Now we need to convert our encoded dataframe into a tensor.

**Exercise :** Create the ``dataset_train`` and ``dataset_test`` variables and convert ``encoded_data_train`` and ``encoded_data_test`` into tensor.

**PYTORCH  :** [Use torch.utils.data.Dataset class](https://classyvision.ai/tutorials/classy_dataset)  
**Tensorflow :** [Use tf.data.Dataset.from_tensor_slices](https://medium.com/when-i-work-data/converting-a-pandas-dataframe-into-a-tensorflow-dataset-752f3783c168)





## Load BERT model
Depending on what you use (pytorch or tensorflow) you will have to use the following class: 

pytorch = ``BertForSequenceClassification``  
tensorflow = ``TFBertForSequenceClassification.from_pretrained()``

⚠️ You must use the same model as the one used for tokenization. So in our case  ``bert-base-uncased``. 


[doc pytorch](https://huggingface.co/transformers/model_doc/bert.html#bertforsequenceclassification)   
[doc tensorflow](https://huggingface.co/transformers/model_doc/bert.html#tfbertforsequenceclassification)

**Exercise:** Create a model variable and instantiate the `BertForSequenceClassification().from_pretrained()` (or `TFBertForSequenceClassification.from_pretrained()`). As a parameter, you must indicate the number of labels (normally 95).

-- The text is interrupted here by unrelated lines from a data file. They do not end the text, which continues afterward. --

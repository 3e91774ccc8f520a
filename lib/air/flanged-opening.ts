import type { CubicMetresPerSecond, Metres, MetresPerSecond, SquareMetres } from '@/lib/units/quantity';
import { finite } from './domain';
import { plainOpeningAirflow, plainOpeningVelocity } from './plain-opening';

/** What a flange leaves of the air a plain opening needs: it keeps out the air from behind. */
export const FLANGE_FACTOR = 0.75;

/**
 * Air drawn into an opening with a flange at least √A wide all round: Q = 0.75 V (10 X² + A). Holds where the plain equation holds.
 * Source: ACGIH Industrial Ventilation, 24th ed. (2001), hood-type figure.
 * @param velocity wanted at the source, m/s
 * @param distance of the source from the opening, m
 * @param area of the opening without its flange, m2
 * @returns m3/s
 * @throws RangeError for a negative, endless or overflowing amount
 */
export const flangedOpeningAirflow = (velocity: MetresPerSecond, distance: Metres, area: SquareMetres) =>
  (FLANGE_FACTOR * plainOpeningAirflow(velocity, distance, area)) as CubicMetresPerSecond;

/** The same turned round: V = Q / (0.75 (10 X² + A)), in m/s. */
export const flangedOpeningVelocity = (airflow: CubicMetresPerSecond, distance: Metres, area: SquareMetres) =>
  finite(plainOpeningVelocity(airflow, distance, area) / FLANGE_FACTOR) as MetresPerSecond;
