import type {
  CubicMetres,
  CubicMetresPerSecond,
  MilligramsPerCubicMetre,
  MilligramsPerSecond,
} from '@/lib/units/quantity';
import { airChanges } from './air-changes';
import { aboveZero, finite, fromZeroUp } from './domain';

/**
 * Clean air that a filter gives: its airflow times the share it holds back, m3/s. It counts for particles, or for gases, never both.
 * Source: its definition (AHAM AC-1), CADR = η Q.
 * @throws RangeError for a negative or endless amount, or an efficiency above 1
 */
export function cleanAir(airflow: CubicMetresPerSecond, efficiency: number): CubicMetresPerSecond {
  fromZeroUp({ airflow, efficiency });
  if (efficiency > 1) throw new RangeError('efficiency must be at most 1');
  return (airflow * efficiency) as CubicMetresPerSecond;
}

/** Air changes an hour that a cleaner stands for: 3600 CADR / V. */
export const equivalentAirChanges = (clean: CubicMetresPerSecond, volume: CubicMetres) => airChanges(clean, volume);

/**
 * Concentration that a room with ventilation, a cleaner and settling comes to: C = G / (Q + CADR + k V), mg/m3.
 * Source: mass balance; no published worked value was found.
 * @param settling share of the room's air that settles clean, 1/s
 */
export function concentrationWithCleaner(
  generation: MilligramsPerSecond,
  ventilation: CubicMetresPerSecond,
  clean: CubicMetresPerSecond,
  volume: CubicMetres,
  settling = 0,
): MilligramsPerCubicMetre {
  fromZeroUp({ generation, ventilation, clean, volume, settling });
  const removed = ventilation + clean + settling * volume;
  aboveZero({ removed });
  return finite(generation / removed) as MilligramsPerCubicMetre;
}

/** Vapour a bed of carbon holds when full: w m, in the unit of the mass. Source: carbon capacity as share of weight. */
export function carbonHolds(mass: number, capacity: number): number {
  fromZeroUp({ mass, capacity });
  return finite(mass * capacity);
}

/** How much of the theoretical life is used in practice. Source: a laboratory-hood maker's article, about one third. */
export const PRACTICAL_SHARE = 1 / 3;
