import type { CubicMetresPerSecond } from '@/lib/units/quantity';
import { fromZeroUp } from './domain';

/**
 * How badly a room mixes, K: 1 is perfect, 10 very poor; it multiplies the airflow or the time. Another convention has a share of at
 * most 1 that multiplies the air changes: the two are never mixed here. Source: CDC, MMWR 1994;43(RR-13), Table S3-1.
 */
export const MIXING = { best: 1, worst: 10 } as const;

/** @throws RangeError below 1: that is a number of the other convention, and would make a bad room a good one */
export function fromOneUp(mixing: number): void {
  fromZeroUp({ mixing });
  if (mixing < MIXING.best) throw new RangeError('mixing must be at least 1: a share of 1 is the other convention');
}

/**
 * The part of an airflow that thins: Q' = Q / K, m3/s. Source: ACGIH Industrial Ventilation, 24th ed. (2001), ch. 2.
 * @throws RangeError for a negative or endless amount, or mixing below 1
 */
export function effectiveAirflow(airflow: CubicMetresPerSecond, mixing: number): CubicMetresPerSecond {
  fromZeroUp({ airflow });
  fromOneUp(mixing);
  return (airflow / mixing) as CubicMetresPerSecond;
}
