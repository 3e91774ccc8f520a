import type { CubicMetres, CubicMetresPerSecond, Seconds } from '@/lib/units/quantity';
import { aboveZero, finite, fromZeroUp } from './domain';
import { fromOneUp } from './mixing';

/*
 * A room with no source: the concentration falls as e^(−Q t / (K V)). K is the mixing factor, 1 for perfect mixing.
 * Source: CDC, MMWR 1994;43(RR-13), Table S3-1; ACGIH Industrial Ventilation, 24th ed. (2001), ch. 2.
 */

/**
 * What is left after a time, as a share of what was there.
 * @throws RangeError for a negative or endless amount, no volume, or mixing below 1
 */
export function remaining(airflow: CubicMetresPerSecond, volume: CubicMetres, time: Seconds, mixing = 1): number {
  fromZeroUp({ airflow, time });
  aboveZero({ volume });
  fromOneUp(mixing);
  return Math.exp((-airflow * time) / (mixing * volume));
}

/**
 * Time until a share is left, t = −K (V/Q) ln(share), s.
 * @param share above 0, at most 1
 * @throws RangeError for no airflow, a share that is none, or mixing below 1
 */
export function timeUntil(share: number, airflow: CubicMetresPerSecond, volume: CubicMetres, mixing = 1): Seconds {
  aboveZero({ airflow, volume, share });
  fromOneUp(mixing);
  if (share > 1) throw new RangeError('share must be at most 1');
  return finite((mixing * volume * -Math.log(share)) / airflow || 0) as Seconds;
}
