import type { CubicMetresPerSecond, Pascals } from '@/lib/units/quantity';
import { solveNetwork, type BranchAnswer, type Network } from './branch-network';
import type { Exhaust } from './exhaust';

/** Several machines on one fan as an exhaust of the room they stand in. `branchesAt` how they share it at a room pressure, Pa. */
export type NetworkExhaust = Exhaust & { branchesAt: (roomPressure: number) => BranchAnswer[] };

/**
 * The branches, the common duct and the fan of a network as one exhaust: at each pressure of the room all branches are balanced again,
 * so that room, fan and branches are solved together and not one after another.
 */
export function networkExhaust(name: string, network: Network): NetworkExhaust {
  const at = (pressure: number) =>
    solveNetwork({
      ...network,
      branches: network.branches.map((branch) => ({ ...branch, roomPressure: pressure as Pascals })),
    });
  return {
    ...{ name, wanted: at(0).airflow as CubicMetresPerSecond },
    airflowAt: (pressure) => at(pressure).airflow,
    branchesAt: (pressure) => at(pressure).branches,
    reach: Math.max(network.fan.peak.pressure, network.fan.pressureAt(0)) as Pascals,
  };
}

**🔦 Pytorch only :** Assign the model to "cuda" device   
``model.to("cuda")``

In [None]:
# 🔦 PYTORCH user only !! 
# Assign the model to gpu

## Train your model

It's time to start training the model!
For this, the HuggingFace package simplifies our life by bringing us a ``Trainer()`` class.

To use this class, we must first configure the model with the ``TrainingArguments()`` class. It is this class that will allow us to set the batch size, the number of epochs, ...

⚠️ For tensorflow you have to use `TFTrainer()` and `TFTrainingArguments()` !!

**Exercise :** import `Trainer` and `TrainingArgument` from transformers.

**Exercise :** Create the ``training_args`` variable and instantiate the class `TrainingArguments`. You need to specify several parameters : 
* `output_dir` : Directory path for saving your template.
* `num_train_epochs` : Number of epochs. Will depend on your machine, batch size, etc...
* `per_device_train_batch_size` : batch size per GPU and for training. Here again the number will depend on your machine. If you have a weak GPU, I advise you to put 8 or 16.
* `per_device_eval_batch_size` : batch size per GPU and for **testing**. During the evaluation, the gradient and backpropagation are not executed, so you can set a larger batch size.
* `learnig_rate` : by default it is `5e-5`. But most likely you will have to change it.  Again, only your tests can define a good learning rate.
* `logging_dir` : directory path for storing logs





We are going to improve the metrics,notably the f1 score.   
[Copy and paste the compute_metrics found in this documentation.](https://huggingface.co/transformers/training.html#codecell14)

**Exercise :** Create the ``trainer`` variable and instantiate the ``Trainer()`` or ``TFTrainer()`` class. You need to specify several parameters :
* `model` : the `model` variable.
* `args` : the `trainings_args` variable
* `compute_metrics` : the `compute_metrics` function
* `train_dataset` : the `train_dataset` variable
* `test_dataset` : the `test_dataset` variable 

**Exercise :** Train your model with `trainer.train()` method.

## Evaluate your model

**Exercise :** Evaluate your model with `trainer.evaluate()` method.

If you do not have an f1 score of at least 0.8, your model could be improved. If your score is very low or stagnant, change the learning rate values and adjust the batch size. You can also increase the number of epochs. Unfortunately, there is no magic parameter, it all depends on your environment. You will have to do some tests to find the right hyper-parameters.

**Exercise :** Test your model by making a prediction on the phrase "Hello how are you?".
You should get the label "smalltalk_greetings_how_are_you".